In this study, researchers used machine learning algorithms to examine Functional Magnetic Resonance Imaging (fMRI) to try to differentiate ME/CFS patients from sedentary controls with promising results. 

The sample included 69 participants, 38 ME/CFS patients (Fukuda criteria) and 31 controls. Participants underwent a pre-exercise fMRI scan (Day 1) and a subsequent fMRI scan after undergoing physical and mental exercises (Day 2). The model identified 29 regions of interest (ROI) which differentiated ME/CFS patients from controls in the Day 1 (pre-exercise) fMRI and 28 ROIs in the Day two (post exercise) fMRI. There were 10 regions which differentiated ME/CFS patients and controls on both Day 1 and Day 2, and these may reflect underlying pathologies in ME/CFS. 

The machine learning model was able to identify ME/CFS patients from controls with an 80% accuracy on Day 1 and 76% accuracy on day Day 2. This study provides a good step towards developing fMRI biomarkers for the diagnosis of ME/CFS, utilising the cognitive and post-exertional impairments characteristic of the condition.


Systematic review and meta-analysis of the prevalence of chronic fatigue syndrome/myalgic encephalomyelitis (CFS/ME)

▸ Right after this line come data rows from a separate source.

def gauss_markov_record(
    streams: TrialStreams,
    purpose: str,
    sigma: Any,
    tc_s: Any,
    *,
    dt_s: float,
    n_samples: int,
) -> np.ndarray:
    """Draw per-trial records of first-order Gauss--Markov processes.

    Parameters
    ----------
    streams : TrialStreams
        Per-trial random streams; one block of standard normals of shape
        (n_samples, n_channels) is drawn per trial from ``purpose``.
    purpose : str
        Stream name, e.g. ``"current.gauss_markov"``.
    sigma : ndarray of shape (n_channels,) or (n_trials, n_channels)
        Stationary standard deviations, >= 0.
    tc_s : ndarray of shape (n_channels,) or (n_trials, n_channels)
        Correlation times [s], > 0.
    dt_s : float
        Sample interval [s], > 0.
    n_samples : int
        Number of samples, >= 1.

    Returns
    -------
    ndarray of shape (n_trials, n_samples, n_channels)

    Notes
    -----
    Exact discretisation of ``dx/dt = -x/Tc + w`` (Brown & Hwang):
    ``x[k+1] = phi x[k] + sigma sqrt(1 - phi**2) n[k+1]``,
    ``phi = exp(-dt/Tc)``, stationary start ``x[0] = sigma n[0]``, with
    ``n`` standard normal. The stationary variance is ``sigma**2`` and the
    lag-``m`` autocorrelation ``exp(-m dt/Tc)`` for any ``dt``.

    Examples
    --------
    >>> s = TrialStreams(seed=1, trials=3)
    >>> gauss_markov_record(s, "demo.gm", [1.0], [10.0], dt_s=1.0, n_samples=5).shape
    (3, 5, 1)
    """
    if not (
        isinstance(dt_s, (int, float, np.floating, np.integer)) and dt_s > 0 and math.isfinite(dt_s)
    ):
        raise ParameterError("dt_s", dt_s, "must be a finite number > 0")
    if isinstance(n_samples, bool) or not isinstance(n_samples, (int, np.integer)) or n_samples < 1:
        raise ParameterError("n_samples", n_samples, "must be a whole number >= 1")
    sig = np.atleast_1d(np.asarray(sigma, dtype=float))
    tc = np.atleast_1d(np.asarray(tc_s, dtype=float))
    if np.any(~(sig >= 0)) or not np.all(np.isfinite(sig)):
        raise ParameterError("sigma", sig, "must be finite and >= 0")
    if np.any(~(tc > 0)) or not np.all(np.isfinite(tc)):
        raise ParameterError("tc_s", tc, "must be finite and > 0")
    n_channels = max(sig.shape[-1], tc.shape[-1])
    sig, tc = np.broadcast_arrays(sig, tc)
    phi = np.exp(-float(dt_s) / tc)
    drive = sig * np.sqrt(1.0 - phi * phi)
    noise = streams.draw(purpose, lambda rng: rng.standard_normal((n_samples, n_channels)))
    if noise.ndim != 3:  # empty batch
        return np.empty((0, n_samples, n_channels))
    n_trials = noise.shape[0]
    phi = np.broadcast_to(phi, (n_trials, n_channels))
    drive = np.broadcast_to(drive, (n_trials, n_channels))
    out = np.empty_like(noise)
    out[:, 0] = np.broadcast_to(sig, (n_trials, n_channels)) * noise[:, 0]
    for k in range(1, n_samples):  # loop over time, vectorised over trials
        out[:, k] = phi * out[:, k - 1] + drive * noise[:, k]
    return out


# ---------------------------------------------------------------------------
# Analytic fields and tidal speed
# ---------------------------------------------------------------------------


def jet_velocity_ned(params: JetCurrentParams, north_m: Any, east_m: Any) -> np.ndarray:
    """Velocity of a :class:`JetCurrentParams` field.

    Parameters
    ----------
    params : JetCurrentParams
    north_m, east_m : ndarray of shape (n_trials,)
        Query positions [m].

    Returns
    -------
    ndarray of shape (n_trials, 2)
        [north, east] velocity [m/s].

    Notes
    -----
    With the axis direction ``theta`` and the signed cross-axis distance
    ``s = -(n - n0) sin(theta) + (e - e0) cos(theta)``:
    ``v = U exp(-(s/w)**2) [cos(theta), sin(theta)]``.
    """
    n, e = _positions(north_m, east_m)
    theta = np.deg2rad(_column(params.set_deg))
    s = -(n - _column(params.axis_north_m)) * np.sin(theta) + (
        e - _column(params.axis_east_m)
    ) * np.cos(theta)
    speed = _column(params.peak_speed_mps) * np.exp(-((s / _column(params.half_width_m)) ** 2))
    return speed[..., None] * _heading_vector(np.broadcast_to(theta, speed.shape))


def eddy_velocity_ned(params: EddyCurrentParams, north_m: Any, east_m: Any) -> np.ndarray:
    """Velocity of an :class:`EddyCurrentParams` field.

    Parameters
    ----------
    params : EddyCurrentParams
    north_m, east_m : ndarray of shape (n_trials,)
        Query positions [m].

    Returns
    -------
    ndarray of shape (n_trials, 2)
        [north, east] velocity [m/s].

    Notes
    -----
    With ``(dn, de)`` the offset from the centre and ``rho = r/R``:
    ``v = sense (U/R) exp((1 - rho**2)/2) [-de, dn]`` whose magnitude is
    ``U rho exp((1 - rho**2)/2)``; ``sense = +1`` is clockwise seen from
    above (rotation about the NED down axis).
    """
    n, e = _positions(north_m, east_m)
    dn = n - _column(params.centre_north_m)
    de = e - _column(params.centre_east_m)
    r_ref = _column(params.radius_m)
    rho2 = (dn * dn + de * de) / (r_ref * r_ref)
    sense = 1.0 if params.clockwise else -1.0
    gain = sense * _column(params.peak_speed_mps) / r_ref * np.exp(0.5 * (1.0 - rho2))
    return np.stack([-gain * de, gain * dn], axis=-1)


def tidal_along_axis_speed(params: TidalCurrentParams, t_s: Any) -> np.ndarray:
    """Along-axis surface speed of a tidal current (positive = flood).

    Parameters
    ----------
    params : TidalCurrentParams
    t_s : float or ndarray of shape (n_trials,)
        Time [s].

    Returns
    -------
    ndarray of shape (n_trials,) (or (1,) for scalar inputs)
        ``mean + sum_k A_k cos(2 pi t / T_k - phi_k)`` [m/s].
    """
    t = np.atleast_1d(np.asarray(t_s, dtype=float))
    amps = params.amplitudes_mps
    periods_s = params.periods_h * 3600.0
    phases = np.deg2rad(params.phases_deg)
    arg = 2.0 * np.pi * t[:, None] / periods_s - phases
    waves = np.sum(amps * np.cos(arg), axis=-1)
    return _column(params.mean_speed_mps) + waves


# ---------------------------------------------------------------------------
# The combined model
# ---------------------------------------------------------------------------


@dataclass(frozen=True, kw_only=True)
class CurrentModel(Params):
    """Which current components are present; all optional and summed.

    Parameters
    ----------
    uniform : UniformCurrentParams, optional
        Depth-uniform mean current.
    variation : CurrentVariationParams, optional
        Slow Gauss--Markov variation of ``uniform`` (needs ``uniform``).
    wind_driven : WindDrivenCurrentParams, optional
        Linearly decaying wind-generated current.
    tidal : TidalCurrentParams, optional
        Tidal current (steady and/or harmonic) with the power-law profile.
    fields : tuple
        Spatially varying fields: :class:`JetCurrentParams`,
        :class:`EddyCurrentParams` or :class:`GriddedCurrent` (depth-uniform).

    Examples
    --------
    >>> m = CurrentModel(uniform=UniformCurrentParams(speed_mps=1.0, set_deg=90.0))
    >>> s = init_current(m, TrialStreams(seed=0, trials=2), duration_s=10.0)
    >>> np.round(current_velocity_ned(m, s, [0.0, 0.0], [0.0, 0.0]), 12).tolist()
    [[0.0, 1.0], [0.0, 1.0]]
    """

    uniform: UniformCurrentParams | None = None
    variation: CurrentVariationParams | None = None
    wind_driven: WindDrivenCurrentParams | None = None
    tidal: TidalCurrentParams | None = None
    fields: tuple[Any, ...] = field(default=())

    def _check(self) -> None:
        kinds = {
            "uniform": UniformCurrentParams,
            "variation": CurrentVariationParams,
            "wind_driven": WindDrivenCurrentParams,
            "tidal": TidalCurrentParams,
        }
        for name, cls in kinds.items():
            value = getattr(self, name)
            if value is not None and not isinstance(value, cls):
                raise ParameterError(name, value, f"must be a {cls.__name__} or None")
        if self.variation is not None and self.uniform is None:
            raise ParameterError(
                "variation", self.variation, "needs a uniform component to vary (set uniform=...)"
            )
        fields_ = tuple(self.fields)
        for k, f in enumerate(fields_):
            if not isinstance(f, (JetCurrentParams, EddyCurrentParams, GriddedCurrent)):
                raise ParameterError(
                    f"fields[{k}]",
                    f,
                    "must be JetCurrentParams, EddyCurrentParams or GriddedCurrent",
                )
        object.__setattr__(self, "fields", fields_)


@dataclass(frozen=True)
class CurrentState:
    """Evolving (pre-computed) state of a current model for a batch.

    Parameters
    ----------
    n_trials : int
        Batch size.
    variation : GaussMarkovRecord or None
        Channels ``[speed perturbation (m/s), set perturbation (rad)]``.
    """

    n_trials: int
    variation: GaussMarkovRecord | None = None


def init_current(
    model: CurrentModel,
    streams: TrialStreams,
    *,
    duration_s: float,
    dt_s: float = 1.0,
) -> CurrentState:
    """Draw the per-trial state of a current model (the whole record at once).

    Parameters
    ----------
    model : CurrentModel
    streams : TrialStreams
        Per-trial streams; the variation draws from ``"current.gauss_markov"``.
    duration_s : float
        Length of the record [s], >= 0; queries must stay within it.
    dt_s : float
        Record sample interval [s], > 0 (between samples the record is
        interpolated linearly; keep ``dt_s`` well below the correlation
        times).

    Returns
    -------
    CurrentState
    """
    if not (np.isfinite(duration_s) and duration_s >= 0):
        raise ParameterError("duration_s", duration_s, "must be a finite number >= 0")
    if not (np.isfinite(dt_s) and dt_s > 0):
        raise ParameterError("dt_s", dt_s, "must be a finite number > 0")
    variation = None
    if model.variation is not None:
        v = model.variation
        n_samples = max(2, math.ceil(duration_s / dt_s - 1e-9) + 1)
        sig = np.stack(
            np.broadcast_arrays(_column(v.speed_sigma_mps), np.deg2rad(_column(v.set_sigma_deg))),
            axis=-1,
        )
        tc = np.stack(np.broadcast_arrays(_column(v.speed_tc_s), _column(v.set_tc_s)), axis=-1)
        values = gauss_markov_record(
            streams, "current.gauss_markov", sig, tc, dt_s=float(dt_s), n_samples=n_samples
        )
        variation = GaussMarkovRecord(dt_s=float(dt_s), values=values)
    return CurrentState(n_trials=streams.n_trials, variation=variation)


def current_velocity_ned(
    model: CurrentModel,
    state: CurrentState,
    north_m: Any,
    east_m: Any,
    depth_m: Any = 0.0,
    t_s: Any = 0.0,
    *,
    water_depth_m: Any = None,
) -> np.ndarray:
    """Total current velocity at given positions, depths and time.

    Parameters
    ----------
    model : CurrentModel
    state : CurrentState
        From :func:`init_current` for the same batch.
    north_m, east_m : ndarray of shape (n_trials,)
        Positions [m] (NED).
    depth_m : float or ndarray of shape (n_trials,)
        Depth [m], positive down (0 at the surface).
    t_s : float or ndarray of shape (n_trials,)
        Time since the trial start [s].
    water_depth_m : float or ndarray of shape (n_trials,), optional
        Local water depth for the tidal power-law profile (e.g. from a
        seabed); defaults to ``model.tidal.water_depth_m``.

    Returns
    -------
    ndarray of shape (n_trials, 2)
        [north, east] current velocity [m/s].

    Notes
    -----
    ``v = U_u(t) e(beta(t)) + U_w (d0 - z)/d0 e(beta_w)
    + u_tide(t) ((d - z)/d)**alpha e(beta_f) + sum of fields``, with
    ``e(beta) = [cos(beta), sin(beta)]`` and ``U_u(t) = max(U + dU(t), 0)``,
    ``beta(t) = beta + dbeta(t)`` the Gauss--Markov-varied uniform current.
    """
    n, e = _positions(north_m, east_m)
    shape = n.shape
    out = np.zeros((*shape, 2))
    if model.uniform is not None:
        speed = np.broadcast_to(_column(model.uniform.speed_mps), shape)
        angle = np.broadcast_to(np.deg2rad(_column(model.uniform.set_deg)), shape)
        if model.variation is not None:
            if state.variation is None:
                raise ParameterError(
                    "state.variation",
                    None,
                    "model has a variation; build the state with init_current",
                )
            if state.n_trials != shape[0]:
                raise ParameterError(
                    "north_m", n, f"must have one entry per trial of the state ({state.n_trials})"
                )
            dv = state.variation.at(t_s)
            speed = np.maximum(speed + dv[:, 0], 0.0)
            angle = angle + dv[:, 1]
        out += speed[..., None] * _heading_vector(angle)
    if model.wind_driven is not None:
        w = model.wind_driven
        factor = linear_profile(depth_m, w.reference_depth_m)
        speed = np.broadcast_to(_column(w.surface_speed_mps) * factor, shape)
        out += speed[..., None] * _heading_vector(
            np.broadcast_to(np.deg2rad(_column(w.set_deg)), shape)
        )
    if model.tidal is not None:
        tp = model.tidal
        d = tp.water_depth_m if water_depth_m is None else water_depth_m
        u = tidal_along_axis_speed(tp, np.broadcast_to(np.asarray(t_s, dtype=float), shape))
        u = u * power_law_profile(depth_m, d, tp.exponent)
        out += np.broadcast_to(u, shape)[..., None] * _heading_vector(
            np.broadcast_to(np.deg2rad(_column(tp.flood_set_deg)), shape)
        )
    for f in model.fields:
        if isinstance(f, JetCurrentParams):
            out += jet_velocity_ned(f, n, e)
        elif isinstance(f, EddyCurrentParams):
            out += eddy_velocity_ned(f, n, e)
        else:
            out += gridded_velocity_ned(f, n, e, t_s)
    return out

Authors: Lim, E.J., Ahn, Y.C., Jang, E.S., Lee, S.W., Lee, S.H., Son, C.G. 
Link: https://www.ncbi.nlm.nih.gov/pubmed/32093722 

In this study, researchers conducted a systemic review of the prevalence of ME/CFS from studies published between 1980 to December 2018. A total of 45 articles met the criteria for inclusion in the review. 

The total average prevalence across studies was 1.40 ± 1.57%. The authors noted that prevalence varied according to gender, setting (community versus primary care), age and diagnostic criteria. The prevalence estimate using the Fukuda criteria was 0.89% (95% confidence interval: 0.60-1.33), and women were approximately 1.5 to 2 times more represented than men in all categories. 

The variability of estimates highlights the need for a more precise and objective diagnostic tool for the concise assessment of the prevalence of ME/CFS.